# amazing with stylus!



## digitsix (Jul 10, 2012)

This is my first tablet and I just got my ikoss stylus and holy hell this thing is great with the stylus.... not that it wasn't already awesome or anything!


----------



## Athorax (Jul 20, 2011)

Agreed. I got a 3 pack of blue cell styli for $1.70 on amazon and they are fantastic.

Sent from my Nexus 7 using RootzWiki


----------



## The Nexus Project (Jan 1, 2012)

Also loving the functionality of the Nexus 7 w/ a capacitive stylus pen. I picked up a few Stylus' off eBay but am looking for a Higher end Premium Stylus. I hear Boxwave/Qualcomm,SGP-Kuel,rooCASE & iKross are good but am still looking into options.


----------



## hippocat (Dec 19, 2011)

I've been wondering about stylus recently also. Anyone have experience with a stylus that is good for drawings and writing? Something with great precision


----------



## Don Serrot (Feb 11, 2012)

I've been using a stylus too and I love it!


----------



## altimax98 (Jul 14, 2011)

For some reason best buy gave me to free the high end rocketfish stylus and I am loving it as well.. except typing, kinda sucks on that departmentb


----------



## throwbot (Jan 2, 2012)

hippocat said:


> I've been wondering about stylus recently also. Anyone have experience with a stylus that is good for drawings and writing? Something with great precision


You'll get what you pay for.

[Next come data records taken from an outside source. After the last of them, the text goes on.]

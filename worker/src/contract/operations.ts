/**
 * Every route of the HTTP API in one table: what it takes (path parameters, query, body) and what
 * it answers, status by status, as the zod schemas of this contract. `/openapi.json` is generated
 * from this table (./openapi.ts), and `worker/test/workerd/contract.test.ts` checks real answers against it,
 * so the document, the validation and the types cannot drift apart.
 *
 * Adding a route: declare its shapes in the area's module (`review.ts`, `insights.ts`, …), add an
 * entry here, validate with those schemas in the route (`parseBody`, `parseQuery`), and type the
 * answer with the declared type.
 */
import { z } from "zod";
import { modelArtifactSchema } from "../../../shared-model/src/artifact";
import { accountRefParamSchema, chainReportSchema, erasureAnswerSchema, retentionRunSchema, retentionRunsSchema } from "./privacy";
import {
  histogramSchema,
  modelPageSchema,
  modelQuerySchema,
  operatingQuerySchema,
  operatingSchema,
  publishCutoffSchema,
  publishedCutoffSchema,
  shadowDataSchema,
  shadowQuerySchema,
  windowQuerySchema,
} from "./insights";
import { renewReportSchema } from "../../../shared-model/src/renew-report";
import { healthSchema, modelListSchema, pointerChangeSchema, renewFilingSchema, shadowRequestSchema, storedModelSchema, uploadAnswerSchema } from "./models";
import {
  accountDecisionBodySchema,
  accountDecisionRefusalSchema,
  accountDecisionSchema,
  accountFlagsSchema,
  actionResultSchema,
  countsQuerySchema,
  daySummarySchema,
  decisionBodySchema,
  eventPageSchema,
  eventsQuerySchema,
  exportQuerySchema,
  facetsSchema,
  itemDetailSchema,
  listQuerySchema,
  queuePageSchema,
  stateCountsSchema,
  whoAmISchema,
} from "./review";
import { batchAnswerSchema, batchRequestSchema, echoSchema, scoreAnswerSchema, scoreRequestSchema } from "./scoring";
import { errorSchema, jsonValueSchema, versionParamSchema } from "./wire";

Even the cheap ones work well but the more money you spend the better it will be, unless its from some shady retailer trying to rip you off

Sent from my Google Nexus 7 using Tapatalk 2


----------



## Chocu1a (Jan 24, 2012)

I had been using a Targus stylus from Office Depot for around 9 bucks. 
I recently won a Wacom Bamboo stylus over at Android Central and it is so awesome. It feels perfect in hand. Very precise and accurate tracking. Definitely an upgrade over the Targus. Plus you can replace the capacitive tip if it gets damaged.


----------



## Bipoler (May 5, 2012)

Athorax said:


> Agreed. I got a 3 pack of blue cell styli for $1.70 on amazon and they are fantastic.
> 
> Sent from my Nexus 7 using RootzWiki


LMAo they owe you $0.59 cents because I paid $1.11........y you totally got ripped dude.......

Sent from my Nexus 7 using Tapatalk 2


----------